A soft decision tree of depth 8 trained directly on true labels reached 94.45% test accuracy. A convolutional neural network reached 99.21%. When the soft decision tree was trained using soft targets from the neural network, it improved to 96.76%.
That result captures the main tradeoff:
- The distilled tree is worse than the neural network.
- The distilled tree is better than the tree trained directly on labels.
- The distilled tree is more interpretable than the neural network.
The visualization is the most interesting part of the paper. Internal nodes learn filters that separate meaningful groups of digits. For example, a node may learn to distinguish between digits that look like 3 and digits that look like 8.
This gives the model a kind of inspectable hierarchy. We can follow the path through the tree and see which visual distinctions influenced the final prediction.
Why This Is Useful
This method is useful when interpretability matters enough to accept some loss in accuracy.
Examples include:
- education tools that need to explain predictions
- medical or scientific decision support
- debugging neural network behavior
- model compression with interpretability
- safety-critical domains where explanations matter
- exploratory analysis of what a neural model has learned
The soft decision tree does not fully recover the performance of the neural network. But it gives a transparent approximation of the neural network’s behavior.
Relationship to Explainable AI
This paper is an early and elegant example of a broader explainable AI strategy:
Use a powerful black-box model as a teacher, then train a more interpretable model as a student.
The student model may not match the teacher perfectly, but it can inherit some of the teacher’s useful knowledge while remaining easier to inspect.

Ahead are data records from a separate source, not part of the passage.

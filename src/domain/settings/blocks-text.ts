import { plainDigits, readDecimal } from "@/domain/form-text";
import { clockText } from "./clock-text";

export type TypedBlock = Readonly<{ startMinute: number; value: number }>;

/**
 * Blocks as people write them down from a device: one a line, a time and a
 * value, "00:00 0.60". Commas, semicolons and "U/h" are borne with.
 *
 * @returns the blocks, or a sentence that names the line at fault
 */
export function readBlocks(typed: string): TypedBlock[] | string {
  const lines = typed.split(/[\n;]+/).map((line) => line.trim()).filter(Boolean);
  const blocks: TypedBlock[] = [];
  for (const [i, line] of lines.entries()) {
    const [, hours = "", minutes = "", rest = ""] = /^(\S{1,2})[:.](\S{2})\s+(.+)$/u.exec(line) ?? [];
    const startMinute = Number(plainDigits(hours)) * 60 + Number(plainDigits(minutes));
    const value = readDecimal(rest);
    if (hours === "" || !(startMinute >= 0 && startMinute < 1440) || typeof value === "string") {
      return `Line ${i + 1} is not a time and a value, such as 00:00 0.60.`;
    }
    blocks.push({ startMinute, value });
  }
  if (blocks.length === 0) return "Type at least one line, such as 00:00 0.60.";
  if (blocks[0]?.startMinute !== 0) return "The first line starts at 00:00.";
  if (blocks.some((b, i) => i > 0 && b.startMinute <= (blocks[i - 1]?.startMinute ?? -1))) return "Each line starts later than the one before.";
  return blocks;
}

/** The inverse: one block a line. */
export function blocksText(blocks: ReadonlyArray<TypedBlock>): string {
  return blocks.map(({ startMinute, value }) => `${clockText(startMinute)} ${value}`).join("\n");
}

This differs from local explanation methods such as LIME, which build explanations around individual examples. A distilled tree is a global model. It can be inspected as a whole.
Limitations
The method has clear limitations.
First, accuracy drops compared with the neural network. If the application only cares about maximum predictive performance, the original neural model may be preferable.
Second, the tree size must be chosen. A shallow tree may be too simple, while a deep tree may become harder to interpret and more prone to overfitting.
Third, the learned filters may still require interpretation. The model is more interpretable than a deep neural network, but it is not automatically self-explanatory.
Fourth, the approach depends on the quality of the teacher model. If the neural network learns spurious patterns, the tree may inherit them.
Takeaway
Frosst and Hinton’s paper is valuable because it frames interpretability as a tradeoff, not a slogan.
Deep neural networks generalize well but are difficult to explain. Decision trees are easier to explain but often generalize poorly. Distilling a neural network into a soft decision tree gives a middle ground.
The resulting model is not perfect, but it is useful:
- it learns from the neural network’s soft targets
- it makes probabilistic hierarchical decisions
- it provides a path-based explanation for predictions
- it performs better than a tree trained only on hard labels
In short:
A soft decision tree lets us borrow some of a neural network’s knowledge while keeping a model structure that humans can inspect.
References
- Frosst, N., & Hinton, G. (2017). Distilling a Neural Network Into a Soft Decision Tree. arXiv:1711.09784.
- Hinton, G., Vinyals, O., & Dean, J. (2015). Distilling the Knowledge in a Neural Network. arXiv:1503.02531.
- Ribeiro, M. T., Singh, S., & Guestrin, C. (2016). “Why Should I Trust You?”: Explaining the Predictions of Any Classifier. arXiv:1602.04938.